Dr. Frank Sicheri and researchers at the Institute for Research in Immunology and Cancer (IRIC) of the Université de Montréal discovered a new way to block a gene implicated in cancer, which may lead to the development of more effective cancer therapies. The findings, published in a September issue of Nature, shed new light on the activation mechanism of the RAF protein kinase which, when mutated, is responsible for more than 25% of cancers. Understanding this mechanism may lead to novel anti-cancer agents designed to minimize the toxic side effects caused by chemotherapy.

 

Also in September, Dr. Sabine Cordes and other researchers made a breakthrough in understanding how gene activity is coordinated at a global level. The researchers were looking at the function and location of Polycomb Response Elements (PREs), which are short regions of DNA that switch genes on or off. Scientists previously thought that PREs existed only in fruit flies; Dr. Cordes’ discovery is the first time these polycomb control elements have been confirmed in mammals.
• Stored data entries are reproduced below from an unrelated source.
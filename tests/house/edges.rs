//! Who may depend on whom, over the workspace's own metadata.

use std::collections::{BTreeMap, BTreeSet};
use std::process::Command;

use serde_json::Value;

use super::root;

const PURE: &str = "units model tide structures signals nowcast licence planner interlock engine \
                    plant world oracle";

/// crate: what of ours it may depend on. From the design, with decisions 7 and 8 of DEVELOPERS.md.
const ALLOWED: &[(&str, &str)] = &[
    ("units", ""),
    ("model", "units"),
    ("tide", "units"),
    ("structures", "units"),
    ("signals", "units model"),
    ("nowcast", "units model tide"),
    ("licence", "units model"),
    ("planner", "units model structures licence"),
    ("interlock", "units"),
    ("engine", "units model signals licence interlock"),
    ("plant", "units structures"),
    ("world", "units model tide structures signals nowcast licence planner interlock engine plant"),
    ("oracle", "units"),
    ("protocol", ""),
    ("sdk", "protocol"),
    ("record", "units model interlock engine"),
    ("journal", "units record"),
    ("host", "protocol units interlock journal"),
    ("site", "units model tide"),
    ("simulated-plant", "plant structures units model tide nowcast site protocol sdk"),
    ("misbehave", ""),
];

type Edges = BTreeMap<String, BTreeSet<String>>;

/// Normal dependencies of each workspace member, ours and others'.
fn edges(metadata: &Value) -> Edges {
    let list = |v: &Value, key: &str| v.get(key).and_then(Value::as_array).cloned();
    let text = |v: &Value, key: &str| v.get(key).and_then(Value::as_str).map(str::to_owned);
    let mut edges = Edges::new();
    for package in list(metadata, "packages").expect("packages") {
        let name = text(&package, "name").expect("a name");
        let deps = list(&package, "dependencies").expect("dependencies");
        let normal = deps.iter().filter(|d| d.get("kind").is_none_or(Value::is_null));
        edges.insert(name, normal.filter_map(|d| text(d, "name")).collect());
    }
    edges
}

fn workspace() -> Edges {
    let out = Command::new(std::env::var("CARGO").unwrap_or_else(|_| "cargo".to_owned()))
        .args(["metadata", "--format-version", "1", "--no-deps", "--offline"])
        .current_dir(root())
        .output()
        .expect("cargo runs");
    assert!(out.status.success(), "{}", String::from_utf8_lossy(&out.stderr));
    edges(&serde_json::from_slice(&out.stdout).expect("JSON"))
}

/// Edges that nobody allowed.
fn forbidden(edges: &Edges) -> Vec<String> {
    let ours: BTreeSet<&String> = edges.keys().collect();
    let mut found = Vec::new();
    for (from, to) in edges {
        // The binary wires everything; the tests may see everything.
        if from == "daemon" || from == "tests" {
            continue;
        }
        let allowed = ALLOWED.iter().find(|(name, _)| name == from).map(|(_, to)| *to);
        let Some(allowed) = allowed else {
            found.push(format!("{from} is not in the table"));
            continue;
        };
        let may: BTreeSet<&str> = allowed.split_whitespace().collect();
        found.extend(
            to.iter()
                .filter(|d| ours.contains(d) && !may.contains(d.as_str()))
                .map(|d| format!("{from} -> {d}")),
        );
        if PURE.split_whitespace().any(|p| p == from) {
            let outside = to.iter().filter(|d| !ours.contains(d) && *d != "libm");
            found.extend(outside.map(|d| format!("{from} -> {d} (outside)")));
        }
    }
    found
}

fn reaches(edges: &Edges, from: &str, to: &str) -> bool {
    let next = edges.get(from).into_iter().flatten();
    next.into_iter().any(|d| d == to || reaches(edges, d, to))
}

#[test]
fn dependencies_point_downwards_only() {
    let edges = workspace();
    assert_eq!(forbidden(&edges), Vec::<String>::new());
    assert_eq!(edges["interlock"].iter().collect::<Vec<_>>(), ["units"]);
}

#[test]
fn a_planner_cannot_move_a_gate() {
    let edges = workspace();
    for target in ["host", "protocol", "sdk", "interlock"] {
        assert!(!reaches(&edges, "planner", target), "planner reaches {target}");
    }
    assert!(!reaches(&edges, "engine", "planner"), "the engine knows the planner");
}

#[test]
fn the_scanner_finds_an_edge_upwards_and_one_outwards() {
    let set = |s: &str| s.split_whitespace().map(str::to_owned).collect::<BTreeSet<_>>();
    let mut edges = Edges::new();
    edges.insert("units".to_owned(), set("planner serde"));
    edges.insert("planner".to_owned(), set("units"));
    assert_eq!(forbidden(&edges), ["units -> planner", "units -> serde (outside)"]);
    assert!(reaches(&edges, "units", "planner"));
}
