//! With the journal lost: what was not acknowledged is kept in order, until the file can be opened,
//! verified and written again.

use std::error::Error;
use std::fmt::Write;
use std::path::PathBuf;
use std::sync::mpsc::{self, RecvTimeoutError, Sender};
use std::time::Duration;

use record::Row;

use crate::chain::Head;
use crate::planned::Planned;
use crate::thread::Message;
use crate::{Journal, JournalError};

/// Time between two attempts. A person who frees a full disk waits no longer than this.
const RETRY_EVERY: Duration = Duration::from_secs(2);
/// Rows kept in memory at most; at a row a second, more than a day.
const KEPT_ROWS_MOST: usize = 100_000;

/// What waits for the journal to come back.
pub(crate) struct Kept {
    dir: PathBuf,
    /// Where the chain ended when the last acknowledgement was given.
    acknowledged: Head,
    /// The one transaction that failed: on disk as a whole, or not at all.
    attempted: Vec<Planned>,
    /// Found on disk after all, to be acknowledged.
    found: Vec<(bool, Vec<Row>)>,
    since: Vec<Planned>,
    rows: usize,
    /// Ends with the loss.
    _ticker: Ticker,
}

impl Kept {
    pub(crate) fn after(journal: &Journal, attempted: Vec<Planned>, ticker: Ticker) -> Self {
        Self {
            dir: journal.dir().to_owned(),
            acknowledged: journal.head(),
            rows: attempted.iter().map(|p| p.drafts.len()).sum(),
            attempted,
            found: Vec::new(),
            since: Vec::new(),
            _ticker: ticker,
        }
    }

    /// Keeps more; their permits are gone already. The error says what found no room.
    pub(crate) fn add(&mut self, planned: Vec<Planned>) -> Result<(), String> {
        let more: usize = planned.iter().map(|p| p.drafts.len()).sum();
        if self.rows + more > KEPT_ROWS_MOST {
            return Err(format!(
                "the journal is still lost, and {more} rows find no room in memory: they will not \
                 be recorded"
            ));
        }
        self.rows += more;
        self.since.extend(planned);
        Ok(())
    }

    /// Opens and verifies the file anew, finds out what became of the transaction that failed, and
    /// writes the rest. Gives the rows of each batch, in order. On an error everything is kept.
    pub(crate) fn recover(&mut self) -> Result<(Journal, Vec<Vec<Row>>), JournalError> {
        let (from, mut at, mut tail) = (self.acknowledged.seq, None, Vec::new());
        let mut journal = Journal::open(&self.dir, &mut |row| {
            if row.seq == from {
                at = Some(row.hash);
            } else if row.seq > from {
                tail.push(row);
            }
        })?;
        if from > 0 && at != Some(self.acknowledged.hash) {
            let why = "it was acknowledged, and is gone or another".to_owned();
            return Err(JournalError::FirstBad { seq: from, why });
        }
        self.settle_attempted(tail)?;
        self.acknowledged = journal.head();
        let mut group = std::mem::take(&mut self.since);
        group.iter_mut().for_each(Planned::without_intents);
        match journal.write(&group) {
            Ok((rows, head)) => {
                journal.advance(head);
                let new = group.iter().map(|p| p.follows).zip(rows);
                Ok((journal, merged(self.found.drain(..).chain(new))))
            }
            Err(e) => {
                self.attempted = group;
                Err(e)
            }
        }
    }

    /// `tail` are the rows on disk that nobody was told of.
    fn settle_attempted(&mut self, tail: Vec<Row>) -> Result<(), JournalError> {
        let wanted: usize = self.attempted.iter().map(|p| p.drafts.len()).sum();
        if tail.is_empty() {
            self.since.splice(0..0, self.attempted.drain(..));
            return Ok(());
        }
        let planned = self.attempted.iter().flat_map(|p| p.drafts.iter().map(move |d| p.row(d)));
        let same =
            |row: &Row, planned: Row| Row { seq: row.seq, hash: row.hash, ..planned } == *row;
        if tail.len() != wanted || !tail.iter().zip(planned).all(|(row, p)| same(row, p)) {
            let why = "it was written by somebody else while the journal was lost".to_owned();
            return Err(JournalError::FirstBad { seq: self.acknowledged.seq + 1, why });
        }
        let mut tail = tail.into_iter();
        let mut never_left = Vec::new();
        for planned in self.attempted.drain(..) {
            let rows = tail.by_ref().take(planned.drafts.len()).collect();
            self.found.push((planned.follows, rows));
            never_left.extend(planned.never_left());
        }
        self.since.splice(0..0, never_left);
        Ok(())
    }

    /// At the end of the program.
    pub(crate) fn given_up(&self) -> JournalError {
        JournalError::NotKept { rows: self.rows }
    }
}

/// The rows of each batch; what follows a batch goes with it.
fn merged(parts: impl Iterator<Item = (bool, Vec<Row>)>) -> Vec<Vec<Row>> {
    let mut all: Vec<Vec<Row>> = Vec::new();
    for (follows, rows) in parts {
        match all.last_mut() {
            Some(last) if follows => last.extend(rows),
            _ => all.push(rows),
        }
    }
    all
}

/// An error and what lies under it, in one line.
pub(crate) fn in_words(error: &JournalError) -> String {
    let mut words = error.to_string();
    let mut under = error.source();
    while let Some(e) = under {
        write!(words, ": {e}").expect("a String takes all that is written to it");
        under = e.source();
    }
    words
}

/// Sends a `Retry` now and then, for as long as it lives.
#[derive(Debug)]
pub(crate) struct Ticker {
    _alive: Sender<()>,
}

impl Ticker {
    pub(crate) fn start(to: Sender<Message>) -> Self {
        let (alive, ended) = mpsc::channel::<()>();
        let tick = move || {
            while ended.recv_timeout(RETRY_EVERY) == Err(RecvTimeoutError::Timeout) {
                if to.send(Message::Retry).is_err() {
                    return;
                }
            }
        };
        let thread = std::thread::Builder::new().name("journal-retry".to_owned()).spawn(tick);
        drop(thread.expect("the system gives one small thread"));
        Self { _alive: alive }
    }
}
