//! Anchors: where the chain ends, written down each hour and shown to the outside. Who keeps one
//! elsewhere sees later whether the record up to it is still the same.

use ed25519_dalek::{Signature, Signer, SigningKey, VerifyingKey};
use record::{AnchorSignature, Note};

use crate::JournalError;
use crate::task::Desk;

/// Sets these signatures apart from every other use of the key. Part of the form: never changes.
const CONTEXT: &[u8] = b"tidereeve anchor, form 1";

fn message(of_seq: u64, hash: &[u8; 32]) -> Vec<u8> {
    [CONTEXT, &of_seq.to_le_bytes(), hash].concat()
}

/// Writes the anchor; its words are what belongs into a log elsewhere.
pub(crate) fn write(desk: &mut Desk<'_>, key: Option<&[u8; 32]>) -> Result<String, JournalError> {
    let head = desk.journal.head();
    let signature = key.map(|secret| sign(secret, head.seq, &head.hash));
    let words = format!("{}:{}", head.seq, head.hex());
    desk.keep(&[Note::Anchored { of_seq: head.seq, hash: head.hash, signature }], &mut |_| Ok(()))?;
    Ok(words)
}

fn sign(secret: &[u8; 32], of_seq: u64, hash: &[u8; 32]) -> AnchorSignature {
    let key = SigningKey::from_bytes(secret);
    let bytes = key.sign(&message(of_seq, hash)).to_bytes();
    AnchorSignature { key: key.verifying_key().to_bytes(), bytes }
}

/// The public key of a secret one, to be given to whoever will check anchors.
pub fn public_key(secret: &[u8; 32]) -> [u8; 32] {
    SigningKey::from_bytes(secret).verifying_key().to_bytes()
}

/// Whether the signature is good for this end of the chain, by the key that it names; whether that
/// key is the right one is for the caller to compare. Weak keys and forms are refused (RFC 8032,
/// 5.1.7, with the strict checks of the library).
pub fn is_signed(signature: &AnchorSignature, of_seq: u64, hash: &[u8; 32]) -> bool {
    VerifyingKey::from_bytes(&signature.key).is_ok_and(|key| {
        let bytes = Signature::from_bytes(&signature.bytes);
        key.verify_strict(&message(of_seq, hash), &bytes).is_ok()
    })
}

/// An anchor that somebody kept: `1234:` and 64 hexadecimal digits.
#[derive(Clone, Copy, PartialEq, Eq, Debug)]
pub struct Anchor {
    pub seq: u64,
    pub hash: [u8; 32],
}

impl Anchor {
    /// `None` where the text is no anchor.
    pub fn parse(text: &str) -> Option<Self> {
        let (seq, hex) = text.trim().split_once(':')?;
        let hash = *blake3::Hash::from_hex(hex).ok()?.as_bytes();
        Some(Self { seq: seq.parse().ok()?, hash })
    }
}

#[cfg(test)]
mod tests {
    use super::*;

    #[test]
    fn an_anchor_is_signed_for_one_end_of_the_chain_only() {
        let (secret, hash) = ([7; 32], [9; 32]);
        let signed = sign(&secret, 41, &hash);
        assert_eq!(signed.key, public_key(&secret));
        assert!(is_signed(&signed, 41, &hash));
        assert!(!is_signed(&signed, 42, &hash));
        assert!(!is_signed(&signed, 41, &[8; 32]));
        let other = AnchorSignature { key: public_key(&[8; 32]), ..signed };
        assert!(!is_signed(&other, 41, &hash));
    }

    /// Source: RFC 8032 (Josefsson and Liusvaara, 2017).
    /// Where: section 7.1, TEST 1 (empty message).
    /// Quantity: public key and signature of the secret key given there.
    /// Tolerance: none, the bytes are equal.
    #[test]
    fn val_rfc_8032_first_test_vector() {
        let bytes = |hex: &str| -> Vec<u8> {
            let digit = |i: usize| u8::from_str_radix(&hex[i..i + 2], 16).unwrap();
            (0..hex.len()).step_by(2).map(digit).collect()
        };
        let secret = "9d61b19deffd5a60ba844af492ec2cc44449c5697b326919703bac031cae7f60";
        let public = "d75a980182b10ab7d54bfed3c964073a0ee172f3daa62325af021a68f707511a";
        let signature = "e5564300c360ac729086e2cc806e828a84877f1eb8e5d974d873e065224901555\
                         fb8821590a33bacc61e39701cf9b46bd25bf5f0595bbe24655141438e7a100b";
        let secret: [u8; 32] = bytes(secret).try_into().unwrap();
        assert_eq!(public_key(&secret).to_vec(), bytes(public));
        assert_eq!(SigningKey::from_bytes(&secret).sign(b"").to_bytes().to_vec(), bytes(signature));
    }

    #[test]
    fn an_anchor_reads_back_from_its_text() {
        let text = format!("41:{}", blake3::Hash::from_bytes([9; 32]).to_hex());
        assert_eq!(Anchor::parse(&text), Some(Anchor { seq: 41, hash: [9; 32] }));
        for wrong in ["", "41", "x:00", "41:zz", "41:0909"] {
            assert_eq!(Anchor::parse(wrong), None, "{wrong:?}");
        }
    }
}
The finding may lead to new insights into diseases such as schizophrenia and cancer, and provides further evidence that studying fundamental processes in simple organisms like fruit flies can lead to important information about human diseases.

 

It was an exciting year for Dr. Bob Casper and his team at the Lunenfeld. In October, collaboration between his lab and Dr. Aaron Wheeler’s team at the University of Toronto resulted in an innovative approach for measuring estrogen levels in clinical samples. The ‘Lab on a Chip’ approach employs silicon wafer-based electronics technology to extract estrogen from as little as 1 microliter of sample (1000x less material than typically required), and could lead to more sensitive diagnostic tests to assess the risk of breast cancer. And earlier in the year, Dr. Casper and his team made a discovery that could improve the health of night shift workers. Since most of the adverse health affects of exposure to light at night are caused by a narrow range of wavelengths in the blue zone of our visual spectrum, Dr. Casper and his team developed special lenses that filter out these particular wavelengths. Wearing the lenses suppressed hormone disruptions and improved alertness, performance and mood during simulated shift work.

 

In an international collaborative study, investigators including Dr. Mark Silverberg discovered five new regions in the genome associated with susceptibility to inflammatory bowel diseases (IBD) in children and adolescents. This is a major step toward understanding the causes of these diseases and the development of advanced drug therapies. The study, published in Nature Genetics in November, is the first genome-wide association study performed exclusively in early-onset IBD and the largest pediatric study of its kind.

 

In December, Kyoto Prize Laureate Dr. Tony Pawson discovered a new technique that allows scientists to monitor communication between cells for the first time. The method is likely to make laboratory studies of cancers and other human diseases, and assessment of new drugs to target them, more accurate. Research conducted earlier this year by Dr. Pawson has also revolutionized scientists’ understanding of how cells function. He and colleague Dr. Gary Bader looked at levels of an amino acid called tyrosine, in the cells of several species. Tyrosine is a target of enzymes called tyrosine kinases that regulate proteins. These kinases play a key role in instructing cells to move, grow and die; but they can also become damaged and send the wrong signals, leading to cancer and other diseases. Their investigations showed that the cells of more complex animals (including humans) have reduced the amount of tyrosine they allow in their proteins, hence limiting the opportunity for kinases to malfunction and thus for cancer to develop.